Please help... I want to get these on the ride before summer hits


----------



## an_a6 (Aug 10, 2007)

*Re: Wheels (Cor32rado)*

i have 18/85/235 er something like that, i only rub when i have 5 people in the car (lowered). 
i also do not run spacers.


----------



## Cor32rado (Jun 5, 2006)

*Re: Wheels (an_a6)*

I have the 19" version though.... 

_Quote, originally posted by *an_a6* »_i have 18/85/235 er something like that,

I don't even think that is a real tire size... If I am reading that the way the number (kind of ) make sense that means that those tires have an 85% profile. Meaning the sidewall is 85% of the teadwidth which is a REALLY tall sidewall.
Thanks for the reply though








Anyone else run these wheels? I am pretty sure mine are 19"x9.5"


----------



## an_a6 (Aug 10, 2007)

*Re: Wheels (Cor32rado)*


_Quote, originally posted by *Cor32rado* »_I have the 19" version though.... 

I don't even think that is a real tire size... If I am reading that the way the number (kind of ) make sense that means that those tires have an 85% profile. Meaning the sidewall is 85% of the teadwidth which is a REALLY tall sidewall.
Thanks for the reply though








Anyone else run these wheels? I am pretty sure mine are 19"x9.5"

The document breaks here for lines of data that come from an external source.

"""Tables written piece by piece: the same bytes however they are cut, all of them or none."""

from __future__ import annotations

import time
from collections.abc import Iterator
from itertools import pairwise
from pathlib import Path

import numpy as np
import pandas as pd
import pandera.errors
import pyarrow.parquet as pq
import pytest
from hypothesis import given, settings
from hypothesis import strategies as st

from lineproof import store

N_MONTHS = 12


def panel(n_securities: int, seed: int = 1) -> pd.DataFrame:
    """Invented rows of the panel; some values are missing and a text column has several texts."""
    rng, n = np.random.default_rng(seed), n_securities * N_MONTHS
    ends = pd.period_range("2000-01", periods=N_MONTHS, freq="M").to_timestamp(how="end")
    names = [f"{number:05d}" for number in range(n_securities)]
    returns = np.where(rng.random(n) < 0.1, np.nan, rng.normal(0.01, 0.05, n).clip(-1))
    return pd.DataFrame(
        {
            "security": pd.Series(np.repeat(names, N_MONTHS), dtype=str),
            "date": np.tile(ends.normalize().as_unit("ms"), n_securities),
            "total_return": returns,
            "excess_return": returns - 0.002,
            "size": rng.lognormal(3, 1, n),
            "price": np.nan,
            "eligible": rng.random(n) < 0.5,
            "leaves": False,
            "sector": pd.Series(rng.choice(["banks", "mines", ""], n), dtype=str),
        }
    )


def pieces(frame: pd.DataFrame, cuts: list[int]) -> Iterator[dict[str, pd.DataFrame]]:
    edges = [0, *sorted(cuts), len(frame)]
    for first, last in pairwise(edges):
        if first < last:
            yield {"panel": frame.iloc[first:last]}


def written(frame: pd.DataFrame, cuts: list[int], path: Path) -> bytes:
    store.write_together(pieces(frame, cuts), {"panel": path})
    return path.read_bytes()


WHOLE = panel(10)


def as_text(table: pd.DataFrame) -> pd.DataFrame:
    """A table as read, with the names of its securities spelt out."""
    return table.astype({"security": "str"})


@settings(max_examples=25, deadline=None)
@given(
    cuts=st.lists(st.integers(1, len(WHOLE) - 1), max_size=6),
    row_group=st.sampled_from([1, 7, 40, 120, 1000]),
)
def test_the_cut_does_not_show(
    tmp_path_factory: pytest.TempPathFactory, cuts: list[int], row_group: int
) -> None:
    path = tmp_path_factory.mktemp("cut") / "panel.parquet"
    with pytest.MonkeyPatch.context() as patch:
        patch.setattr(store, "_ROW_GROUP", row_group)
        assert written(WHOLE, cuts, path) == written(WHOLE, [], path)
        assert pq.ParquetFile(path).num_row_groups == -(-len(WHOLE) // row_group)
    pd.testing.assert_frame_equal(as_text(store.read_table(path)), WHOLE)
    assert [each.name for each in path.parent.iterdir()] == ["panel.parquet"]


def test_the_cut_does_not_show_where_a_column_has_several_pages(tmp_path: Path) -> None:
    """A page of Parquet holds at most 1 MiB, or 131,072 numbers."""
    frame = panel(25_000)
    path = tmp_path / "panel.parquet"
    whole = written(frame, [], path)
    assert written(frame, [3, 1_000, 131_073, 250_001], path) == whole


def test_an_error_midway_leaves_nothing(tmp_path: Path, monkeypatch: pytest.MonkeyPatch) -> None:
    monkeypatch.setattr(store, "_ROW_GROUP", 10)

    def breaks() -> Iterator[dict[str, pd.DataFrame]]:
        yield from pieces(WHOLE.iloc[:60], [20, 40])
        late = time.monotonic() + 30  # batches are made ahead of what is written
        while not any(path.name.endswith(".part") for path in tmp_path.iterdir()):
            assert time.monotonic() < late
        raise OSError(28, "No space left on device")

    with pytest.raises(OSError, match="No space"):
        store.write_together(breaks(), {"panel": tmp_path / "panel.parquet"})
    assert list(tmp_path.iterdir()) == []


def test_an_error_midway_leaves_the_old_file(tmp_path: Path) -> None:
    path = tmp_path / "panel.parquet"
    old = written(WHOLE.iloc[:24], [], path)
    with pytest.raises(pandera.errors.SchemaError):
        written(WHOLE.iloc[::-1], [], path)
    assert path.read_bytes() == old
    assert list(tmp_path.iterdir()) == [path]


def test_a_disk_that_stays_full_leaves_no_part(
    tmp_path: Path, monkeypatch: pytest.MonkeyPatch
) -> None:
    """Closing the file fails as well, since its footer does not fit."""

    def full(self: pq.ParquetWriter) -> None:
        raise OSError(28, "No space left on device")

    monkeypatch.setattr(pq.ParquetWriter, "close", full)
    with pytest.raises(OSError, match="No space"):
        written(WHOLE, [], tmp_path / "panel.parquet")
    assert list(tmp_path.iterdir()) == []


def test_tables_take_their_place_only_when_all_are_written(tmp_path: Path) -> None:
    paths = {"panel": tmp_path / "panel.parquet", "market": tmp_path / "market.parquet"}
    with pytest.raises(ValueError, match=r"no rows for .*market\.parquet"):
        store.write_together(pieces(WHOLE, [30]), paths)
    assert list(tmp_path.iterdir()) == []


def test_several_tables_from_one_stream(tmp_path: Path) -> None:
    market = pd.DataFrame({"date": WHOLE["date"][:12], "market_excess": 0.01, "riskless": 0.002})
    batches = [
        {"panel": WHOLE.iloc[:50], "market": market[:5]},
        {"panel": WHOLE.iloc[50:]},
        {"market": market[5:]},
    ]
    paths = {name: tmp_path / "deep" / f"{name}.parquet" for name in ("panel", "market")}
    store.write_together(iter(batches), paths)
    pd.testing.assert_frame_equal(as_text(store.read_table(paths["panel"])), WHOLE)
    pd.testing.assert_frame_equal(store.read_table(paths["market"]), market)


@pytest.mark.parametrize(
    ("first", "second"),
    [
        (slice(0, 30), slice(29, 60)),  # the last row again
        (slice(30, 60), slice(0, 30)),
        (slice(12, 24), slice(0, 12)),  # each piece is a whole security
    ],
)
def test_the_contract_holds_across_the_seam(tmp_path: Path, first: slice, second: slice) -> None:
    batches = [{"panel": WHOLE.iloc[first]}, {"panel": WHOLE.iloc[second]}]
    with pytest.raises(pandera.errors.SchemaError):
        store.write_together(batches, {"panel": tmp_path / "panel.parquet"})
    assert list(tmp_path.iterdir()) == []


ASIDE = pd.DataFrame(
    {
        "file": pd.Series(["raw/r.csv"] * 3, dtype=str),
        "line": pd.Series([2, 3, 7], dtype="int64"),
        "fault": pd.Series([5, 13, 13], dtype="int64"),
        "reason": pd.Series(["a, b", 'say "x"', "é"], dtype=str),
        "raw": pd.Series(["1;2", "", " , "], dtype=str),
    }
)


def test_empty_pieces_do_not_show(tmp_path: Path) -> None:
    none, path = ASIDE.iloc[:0], tmp_path / "set_aside.parquet"
    contents = []
    for cut in ([ASIDE], [none, ASIDE], [none, ASIDE[:1], none, ASIDE[1:], none]):
        store.write_together(({"set_aside": piece} for piece in cut), {"set_aside": path})
        contents.append(path.read_bytes())
    assert contents == [contents[0]] * 3


def test_a_table_without_rows(tmp_path: Path) -> None:
    path = tmp_path / "set_aside.parquet"
    store.write_together([{"set_aside": ASIDE.iloc[:0]}], {"set_aside": path})
    pd.testing.assert_frame_equal(store.read_table(path), ASIDE.iloc[:0])


@pytest.mark.parametrize("row_group", [1, 2, 100])
@pytest.mark.parametrize("n_rows", [0, 1, 3])
def test_a_copy_as_csv(
    tmp_path: Path, monkeypatch: pytest.MonkeyPatch, row_group: int, n_rows: int
) -> None:
    monkeypatch.setattr(store, "_ROW_GROUP", row_group)
    table, frame = tmp_path / "set_aside.parquet", ASIDE.iloc[:n_rows]
    store.write_together([{"set_aside": frame}], {"set_aside": table})
    store.copy_as_csv(table, tmp_path / "copy.csv")
    store.write_csv(frame, tmp_path / "whole.csv")
    assert (tmp_path / "copy.csv").read_bytes() == (tmp_path / "whole.csv").read_bytes()


def test_a_copy_of_the_panel_as_csv(tmp_path: Path, monkeypatch: pytest.MonkeyPatch) -> None:
    monkeypatch.setattr(store, "_ROW_GROUP", 7)
    written(WHOLE, [], tmp_path / "panel.parquet")
    store.copy_as_csv(tmp_path / "panel.parquet", tmp_path / "copy.csv")
    store.write_csv(WHOLE, tmp_path / "whole.csv")
    assert (tmp_path / "copy.csv").read_bytes() == (tmp_path / "whole.csv").read_bytes()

haha, its probably not. i was just to much of a lazy ass biotch to go look. you shouldnt have any problems. some guy just sold (or is selling) 19 A8s, and he had them on his a6. If you get them on, post if you hear a crythmic clicking sound on turns, because my car does that, with only the A8s.


----------



## badboyripper (Jun 23, 2001)

I'm running a 245/35/19 on my wheels, and no rubbing what so ever.


----------



## Cor32rado (Jun 5, 2006)

*Re: (badboyripper)*

Any spacers? Do you have the 2.7T or the 4.2?


----------



## DAROWDYAUDI (Feb 22, 2006)

*Re: (Cor32rado)*

I have factory 19"a8l wheels on my a6 with 235/35/19 generals. awesome tires.
I let chris @c2motorsports borrow them for his mk5 2.5t feature in eurotuner next month. Powder coated satin black on a white car http://****************.com/smile/emthup.gif check em out. Il find pics later. Check out my jetta mk3 jetta in the same issue










_Modified by DAROWDYAUDI at 3:07 PM 2-11-2008_


----------



## an_a6 (Aug 10, 2007)

*Re: (DAROWDYAUDI)*

you must be some kinda fancy man, us peoples around here (meaning me) only has the knock offs.
i plan on moving to a new car next year (imola yellow s4), and i wanted to powder coat mine black witht he yellow insides, how much did it cost for you to paint them.


----------



## DAROWDYAUDI (Feb 22, 2006)

*Re: (an_a6)*


_Quote, originally posted by *an_a6* »_
i plan on moving to a new car next year (imola yellow s4)

nice

I did powdercoating for Ngp racing a couple of years ago and they are nice enough to let me use the booth from time to time so it was free








As far as being a fancy man...that would be the guy who sold them to me for a hundred dollars















talk about a baller ..he curbed the wheels pretty bad and bought factory rs6 wheels and was going to throw the a8l's in the dumpster @ work







I rescued them, welded the lips refinished the aluminum and gave them a coat of solar matte black.
The shop charges about 80 a wheel i believe. The hardest part is blasting off the factory coating.


----------



## an_a6 (Aug 10, 2007)

*Re: (DAROWDYAUDI)*


_Quote, originally posted by *DAROWDYAUDI* »_
nice

I did powdercoating for Ngp racing a couple of years ago and they are nice enough to let me use the booth from time to time so it was free








As far as being a fancy man...that would be the guy who sold them to me for a hundred dollars















talk about a baller ..he curbed the wheels pretty bad and bought factory rs6 wheels and was going to throw the a8l's in the dumpster @ work







I rescued them, welded the lips refinished the aluminum and gave them a coat of solar matte black.
The shop charges about 80 a wheel i believe. The hardest part is blasting off the factory coating.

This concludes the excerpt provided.